The marine tower taken and retaken thrice
By the Spaniards, Barbarians and Ligurians:
Marseilles, Aix and Arles taken by those of Pisa, Avignon by those of Turin,
And the vast land shall be pillaged by German fire and sword.

(La tour marine troys foys prise & reprise,
Par Espagnols, barbares, Ligurins:
Marseille & Aix, Arles par ceux de Pise
Vast, feu, fer, pillé Avignon des Thurins.)

NOTES: The construction of the quatrain will be as follows: La tour marine troys foys prise & reprise, par Espagnols, barbares, Ligurins: Marseille & Aix, Arles par ceux de Pise, Avignon des Thurins, vast, feu, fer, pillé.
= The marine tower taken and retaken thrice by the Spaniards, Barbarians and Ligurians: Marseilles, Aix and Arles taken by those of Pisa, Avignon by those of Turin and the vast land shall be pillaged by German fire and sword.

« France is attacked by the Axis.» (Roberts, 1969, p.24); « [This quatrain] can be applied to the German-Italian occupation of France during the Second World War; but Spain stays neutral.» (Hutin, 1972, p.132).

The marine tower
: This will be that of Marseilles, the only marine city of those cited in the quatrain.

The marine tower taken and retaken thrice by the Spaniards, Barbarians and Ligurians:
The marine tower taken by the Spaniards:
namely, in 1590.
Cf. III-88 (§224): De Barcelonne par mer si grand armee, Toute Marseille de frayeur tremblera: Isles saisies... (From Barcelona by sea so grand an army, Marseilles in entirety shall tremble with fear: Islands [of If and Pomègues] taken...): « Charles-Emmanuel entered Provence without obstacle on October 14, 1590. The Duke of Savoy entered Marseilles, and received the honnours admitted to the crowned heads. Next day, he came to recognize the castle of If, and embarked five days later to pass to Spain, saying that he was going to demand aids of the king his father-in-law, for the success of the arms of the leaguers... Everywhere the leaguers were defeated, when the Duke of Savoy entered the roadstead of Marseilles, with 15 galleys, 1,000 men of infantry and 50,000 écus. The intentions of the Duke became suspect to Casaux and his party, who did not wish to deliver the city to the enemies of France. The Spanish fleet inspired the fears, and the magistrates dispatched a deputation to Charles-Emmanuel to compliment him and to supplicate him not to enter the port with more than one galley. I’ll enter there by myself, he replied, if it’ll please the Marseillais. At the same time, his galley leaving the others, plied its oars for the city; but it has hardly entered the port when the others followed it... Biogr. Michaud).» (Torné-Chavigny, 1862, p.69-70).

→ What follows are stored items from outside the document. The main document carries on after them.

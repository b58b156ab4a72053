"""Values: the sign rule of non-negative variables and the contract's plausibility bounds."""

from __future__ import annotations

from milepost.validate.checks.context import Context, fmt

_ROW = "i.path, i.sheet, c.line, c.model, c.scenario, c.region, c.variable, c.unit, c.year"


def check_sign(ctx: Context) -> list[str]:
    """sign: a negative value for a variable the contract declares non-negative."""
    return [
        f"SELECT 'sign' AS rule, 'value' AS column_name, {_ROW}, {fmt('c.value')} AS value, '>= 0' AS expected, "
        "c.variable || ' must not be negative, but is ' || " + fmt("c.value") + " || ' ' || c.unit AS message, "
        "'Check the sign convention; net removals belong in a variable that may be negative.' AS hint "
        "FROM checked c JOIN c_variables v ON c.variable = v.variable JOIN c_inputs i ON i.src = c.src "
        "WHERE v.sign = 'non-negative' AND c.value < 0"
    ]


def check_bounds(ctx: Context) -> list[str]:
    """out-of-bounds: a value outside a plausibility bound of the contract (a warning: it may be right)."""
    rng = "coalesce(" + fmt("b.low") + ", '-∞') || ' … ' || coalesce(" + fmt("b.high") + ", '∞')"
    return [
        "SELECT 'out-of-bounds' AS rule, 'value' AS column_name, "  # noqa: S608 - names from the code; contract text via validate.sql
        f"{_ROW}, {fmt('c.value')} AS value, {rng} AS expected, "
        f"c.variable || ' = ' || {fmt('c.value')} || ' ' || c.unit || ' is outside the plausible range ' || {rng} "
        "AS message, 'Check the value and its unit; if it is right, say why in the submission note.' AS hint "
        "FROM checked c JOIN c_bounds b ON c.variable = b.variable "
        "AND (b.region IS NULL OR b.region = c.region) "
        "AND c.year BETWEEN coalesce(b.year_from, -1000000) AND coalesce(b.year_to, 1000000) "
        "JOIN c_inputs i ON i.src = c.src "
        "WHERE c.value < b.low OR c.value > b.high"
    ]
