def _as_pairs(water_table_m, depth_m, cluster, thickness_m=None, edge_distance_m=None):
    """Valid pairs: (w, d, scar labels, pairs censored at the thickness, edge distances, thickness) of the kept
    pairs (None for what was not given)."""
    w = np.asarray(water_table_m, dtype="float64").ravel()
    d = np.asarray(depth_m, dtype="float64").ravel()
    if w.size != d.size:
        raise GridError(f"water-table depth fit: {w.size} water-table values but {d.size} burn depths; "
                        f"sample both on the same pixels")
    ok = np.isfinite(w) & np.isfinite(d)
    n_censored = 0
    t = None
    if thickness_m is not None:
        t = np.asarray(thickness_m, dtype="float64").ravel() if np.ndim(thickness_m) \
            else np.full(w.size, float(thickness_m))
        if t.size != w.size:
            raise GridError(f"water-table depth fit: {t.size} peat thicknesses for {w.size} pixels; give one per pixel")
        with np.errstate(invalid="ignore"):
            capped = ok & np.isfinite(t) & (d >= np.maximum(t, 0.0))
        n_censored = int(capped.sum())
        ok &= ~capped
    c = None
    if cluster is not None:
        c = np.asarray(cluster).ravel()
        if c.size != w.size:
            raise GridError(f"water-table depth fit: {c.size} scar labels for {w.size} pixels; give one per pixel")
        if c.dtype.kind == "f":
            ok &= np.isfinite(c)
        c = c[ok]
    e = None
    if edge_distance_m is not None:
        e = np.asarray(edge_distance_m, dtype="float64").ravel()
        if e.size != w.size:
            raise GridError(f"water-table depth fit: {e.size} edge distances for {w.size} pixels; give one per pixel")
        e = e[ok]
    return w[ok], d[ok], c, n_censored, e, (None if t is None else t[ok])


def _bootstrap(spec, w, d, c, rng, *, n_boot, boot_size, start, f=None):
    """Bootstrap replicates of (a, b); returns (reps, scale, description, n_clusters)."""
    n = w.size
    reps = []
    if c is not None:
        labels, inverse = np.unique(c, return_inverse=True)
        k = labels.size
    else:
        k = 0
    if k >= 2:
        # cluster bootstrap: resample scars; thin each scar's pixels so a replicate has about boot_size
        inverse = inverse.ravel()
        # each scar's pixel indices in ascending order (one sort, not one scan per scar)
        members = np.split(np.argsort(inverse, kind="stable"), np.cumsum(np.bincount(inverse, minlength=k))[:-1])
        keep_share = min(1.0, boot_size / n)
        thinned = []
        for m in members:
            take = max(1, int(round(m.size * keep_share)))
            thinned.append(m if take >= m.size else rng.choice(m, take, replace=False))
        for _ in range(n_boot):
            pick = rng.integers(0, k, k)
            idx = np.concatenate([thinned[g] for g in pick])
            reps.append(_estimate(spec, w[idx], d[idx], rng, start, _BOOT_SAMPLED_PAIRS,
                                  None if f is None else f[idx])[:2])
        scale = 1.0
        desc = (f"cluster bootstrap over {k} scars ({n_boot} replicates"
                + (f", pixels thinned to {keep_share:.3g} of each scar" if keep_share < 1 else "") + ")")
    else:
        m = min(n, boot_size)
        pairs = (np.triu_indices(m, 1) if spec.method == "theil-sen" and m * (m - 1) // 2 <= _EXACT_PAIRS_MAX
                 else None)
        for _ in range(n_boot):
            idx = rng.integers(0, n, m)
            reps.append(_estimate(spec, w[idx], d[idx], rng, start, pairs, None if f is None else f[idx])[:2])
        scale = math.sqrt(m / n)
        desc = (f"pixel bootstrap ({n_boot} replicates"
                + (f" of {m} of {n} pixels, SE scaled by sqrt(m/n)" if m < n else "")
                + "; assumes independent pixels, overconfident for spatially autocorrelated scars)")
    reps = np.asarray(reps, dtype="float64").reshape(-1, 2)
    reps = reps[np.all(np.isfinite(reps), axis=1)]
    return reps, scale, desc, k


def _describe(spec, taper_m: float = 0.0, thickness_taper_m: float = 0.0) -> str:
    robust = "Theil-Sen" if spec.method == "theil-sen" else "Huber"
    if spec.target == "median":
        return f"{robust} line (conditional median)"
    text = (f"least squares on pairs screened by a {robust} line at {spec.screen_k:g} NMAD "
            f"(conditional mean; Rousseeuw & Leroy 1987)")
    if spec.sigma_u > 0:
        text = (f"errors-in-variables least squares (method of moments, Fuller 1987; water-table error "
                f"{spec.sigma_u:g} m) on pairs screened by a {robust} line at {spec.screen_k:g} NMAD")
    if taper_m > 0:
        text += f"; depth tapered to the scar edge, x (1 - exp(-distance / {taper_m:g} m))"
    if thickness_taper_m > 0:
        text += f"; thin-peat factor x (1 - exp(-thickness / {thickness_taper_m:g} m))"
    return text


def fit_depth_model(water_table_m, depth_m, *, method: str = "theil-sen", max_samples: int = 200_000,
                    seed: int = 0, n_boot: int = 200, cluster=None, boot_size: int | None = None,
                    target: str = "mean", thickness_m=None, water_table_error_m: float | None = None,
                    screen_k: float = SCREEN_K, edge_distance_m=None, edge_taper_m: float = 0.0,
                    thickness_taper_m: float = 0.0) -> DepthModel:
    """Fit ``d = a + b w`` on pixels (or plots) where both burn depth and water table exist.

    Parameters
    ----------
    water_table_m : array_like
        Water-table depth at fire time [m, positive down].
    depth_m : array_like
        Measured burn depth (survey difference or field plot) [m], same size. Non-finite pairs
        are dropped. Do not pre-clip the depths at zero: that biases the fit (see
        :mod:`peatburn.science.survey`).
    method : {"theil-sen", "huber"}
        Robust estimator (module docstring): the line itself with ``target="median"``, the
        artefact screen with ``target="mean"``.
    max_samples : int
        Pairs used at most; above it a seeded random sample is drawn.
    seed : int
        Seed of the sample and the bootstrap; the same inputs and seed give the same result.
    n_boot : int
        Bootstrap replicates for the standard errors (0: no SEs).
    cluster : array_like, optional
        Scar (or plot cluster) label per pair, same size: the bootstrap then resamples whole
        scars, which respects the spatial correlation of pixels within a scar.
    boot_size : int, optional
        Points per bootstrap replicate at most (default 600 for Theil-Sen, 5000 for Huber).
    target : {"mean", "median"}
        What the line predicts (module docstring). Totals need the mean.
    thickness_m : array_like or float, optional
        Peat thickness per pair [m]: pairs whose depth reached it (capped, so censored) are left
        out of the fit. NaN means unknown (not censored).
    water_table_error_m : float, optional
        Standard deviation of the random error of the water table at the fitted pairs [m]: the
        slope is corrected for regression dilution (errors-in-variables, ``target="mean"`` only).
    screen_k : float
        Screening cutoff in NMADs of the residuals (``target="mean"``).
    edge_distance_m : array_like, optional
        Distance of each pair from its scar's edge [m]; needed when ``edge_taper_m`` > 0.
    edge_taper_m : float
        E-folding distance of the edge taper [m] (:func:`edge_taper`): the model becomes
        ``d = (1 - exp(-e / L)) (a + b w)``, fitted by least squares on the screened pairs
        (``target="mean"`` only). 0: no taper. Choose it with :func:`select_edge_taper`.
    thickness_taper_m : float
        Scale of the thin-peat factor [m] (:func:`thickness_taper`; needs ``thickness_m``): the
        factor ``1 - exp(-T / L_T)`` multiplies ``a + b w`` like the edge taper (both multiply
        when both are given). 0: none. Choose it with :func:`select_covariates`.

    Returns
    -------
    DepthModel
        ``confidence="fitted"``; the fit in words in ``estimator``; cautions in ``notes``.

    Raises
    ------
    GridError
        Fewer than :data:`MIN_FIT_SAMPLES` valid pairs, or no spread in the water table, or a
        water-table error so large that the corrected slope is unstable.
    PhysicalRangeError
        Unknown ``method`` or ``target``, negative water-table error, errors-in-variables with
        ``target="median"``.

    References
    ----------
    Theil (1950); Sen (1968); Huber (1964); Holland & Welsch (1977); Rousseeuw & Leroy (1987);
    Duan (1983); Fuller (1987); Efron & Tibshirani (1993); Field & Welsh (2007); Bickel et al.
    (1997). See the module docstring.
    """
    if method not in METHODS:
        raise PhysicalRangeError(f"water-table depth fit: unknown method {method!r}; "
                                 f"choose one of {', '.join(METHODS)}")
    if target not in TARGETS:
        raise PhysicalRangeError(f"water-table depth fit: unknown target {target!r}; "
                                 f"choose one of {', '.join(TARGETS)}")
    sigma_u = 0.0 if water_table_error_m is None else float(water_table_error_m)
    if not (sigma_u >= 0 and math.isfinite(sigma_u)):
        raise PhysicalRangeError(f"water-table depth fit: water-table error must be a number >= 0 m, "
                                 f"got {water_table_error_m!r}")
    if sigma_u > 0 and target == "median":
        raise PhysicalRangeError("water-table depth fit: the errors-in-variables correction works on the "
                                 "least-squares (mean) fit; use target=\"mean\" or give no water-table error")
    taper = float(edge_taper_m or 0.0)
    if taper > 0 and (target == "median" or edge_distance_m is None):
        raise PhysicalRangeError("water-table depth fit: an edge taper needs the edge distance of every pair and "
                                 "the mean fit (target=\"mean\")")
    thin = float(thickness_taper_m or 0.0)
    if thin > 0 and (target == "median" or thickness_m is None):
        raise PhysicalRangeError("water-table depth fit: a thin-peat factor needs the peat thickness of every pair "
                                 "and the mean fit (target=\"mean\")")
    spec = _Spec(method, target, float(screen_k), sigma_u)
    w, d, c, n_censored, e, t = _as_pairs(water_table_m, depth_m, cluster, thickness_m,
                                          edge_distance_m if taper > 0 else None)
    f_all = _factor(taper, thin, e, t) if taper > 0 or thin > 0 else None
    n_valid = w.size
    if n_valid < MIN_FIT_SAMPLES:
        raise GridError(
            f"water-table depth fit: only {n_valid} pixel(s) or plot(s) have both a burn depth and a "
            f"water table (at least {MIN_FIT_SAMPLES} needed); give user coefficients or rely on the defaults"
        )
    rng = np.random.default_rng(seed)
    notes: list[str] = []
    if n_censored:
        notes.append(f"{n_censored} pair(s) capped at the peat thickness (censored) left out of the fit")
    if n_valid > max_samples:
        idx = np.sort(rng.choice(n_valid, int(max_samples), replace=False))
        w, d = w[idx], d[idx]
        c = None if c is None else c[idx]
        f_all = None if f_all is None else f_all[idx]
        notes.append(f"fitted on a random sample of {int(max_samples)} of {n_valid} pairs (seed {seed})")
    lo, hi = float(w.min()), float(w.max())
    if not hi > lo:
        raise GridError(
            f"water-table depth fit: every pair has the same water table ({lo:g} m); the slope cannot be "
            f"fitted. Give user coefficients or rely on the defaults"
        )
    start = _theil_sen(w, d, rng) if method == "huber" else None
    f = f_all
    a, b, n_screened, rel = _estimate(spec, w, d, rng, start, None, f)
    if sigma_u > 0 and not rel >= MIN_RELIABILITY:
        raise GridError(
            f"water-table depth fit: a water-table error of {sigma_u:g} m is "
            f"{'larger than' if not rel > 0 else 'too large for'} the spread of the fitted water tables "
            f"(reliability {rel:.2f} < {MIN_RELIABILITY:g}); the corrected slope would be unstable. Check "
            f"the error, or fit without it"
        )
    resid = d - (a + b * w) * (1.0 if f is None else f)
    ss_tot = float(np.sum((d - d.mean()) ** 2))
    r2 = 1.0 - float(np.sum(resid**2)) / ss_tot if ss_tot > 0 else math.nan
    rmse = float(np.sqrt(np.mean(resid**2)))
    nmad = NMAD_CONSTANT * float(np.median(np.abs(resid - np.median(resid))))

    se_a = se_b = cov = math.nan
    se_method = "none (n_boot = 0)"
    k = 0
    if n_boot > 0:
        size = int(boot_size or _DEFAULT_BOOT_SIZE[method])
        reps, scale, se_method, k = _bootstrap(spec, w, d, c, rng, n_boot=int(n_boot), boot_size=size,
                                               start=start if method == "huber" else None, f=f)
        if reps.shape[0] >= 2:
            cm = np.cov(reps.T, ddof=1) * scale**2
            se_a, se_b, cov = float(np.sqrt(cm[0, 0])), float(np.sqrt(cm[1, 1])), float(cm[0, 1])
    if n_screened:
        notes.append(f"{n_screened} of {w.size} pairs ({n_screened / w.size:.1%}) screened out as artefacts "
                     f"(residual beyond {screen_k:g} NMAD of the robust line)")
    if sigma_u > 0:
        notes.append(f"slope corrected for a water-table error of {sigma_u:g} m (reliability {rel:.2f}): "
                     f"right only where the model is applied to a better-known water table")
    if c is not None and 0 < k < MIN_CLUSTERS:
        notes.append(f"only {k} scar(s): the cluster bootstrap standard errors are unreliable")
    if c is None and n_boot > 0:
        notes.append("standard errors assume independent pixels; give scar labels for a cluster bootstrap")
    if n_valid < FEW_SAMPLES:
        notes.append(f"few samples ({n_valid}): coefficients are uncertain")
    if hi - lo < NARROW_RANGE_M:
        notes.append(f"water table spans only {hi - lo:.2f} m ({lo:g} to {hi:g} m): slope poorly constrained")
    if b < 0:
        notes.append("fitted slope is negative: burn depth shrinks as the water table falls, against the "
                     "published relation (Hayasaka et al. 2016); check the sign convention of the water table")
    notes.append(f"fitted for water tables from {lo:.3g} to {hi:.3g} m; outside that range the model extrapolates")
    return DepthModel(
        intercept=a, slope=b, intercept_se=se_a, slope_se=se_b, covariance=cov, n=int(w.size), r2=r2,
        rmse=rmse, method=method, confidence="fitted", se_method=se_method, water_table_range=(lo, hi),
        n_clusters=int(k), residual_nmad=nmad, notes=tuple(notes),
        basis=f"{_describe(spec, taper, thin)} on {w.size} pairs of burn depth and water-table depth",
        target=target, estimator=_describe(spec, taper, thin), n_screened=n_screened, n_censored=n_censored,
        water_table_error_m=sigma_u if sigma_u > 0 else math.nan, edge_taper_m=taper, thickness_taper_m=thin,
    )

The marine tower taken by Barbarians: Namely in 1794 by the Jacobins. Cf. I-72(§385): Repression of counterrevolution in Midi (1793-1794): Marseilles totally changed, its inhabitants too, Drive and pursuit as far as close to Lyons. Narbonne, Toulouse because of Bordeaux outraged: The killed, captives nearly of a million: « 16 January 1794. A revolutionary law declared the city of Marseilles rebel and without name, in order to punish it for having wished to oppose the excess of the Jacobinism. Barras and Fréron appeared there, after having satisfied their rage of revenge in Toulon. They gave an order that all the places which served the sections as assembly should be razed. At once the hammer stroke the portico of Saint-Féréol, and this city saw several of its beautiful buildings broken, after having seen the heads of its richest shipowners fallen down... Barras ruled as long as for six months over the rubbish of cities and over the scaffolds of his compatriots.» (Montgaillard, IV, p.175-176).

The marine tower taken by Ligurians: = Marseilles [...] taken by those of Pisa.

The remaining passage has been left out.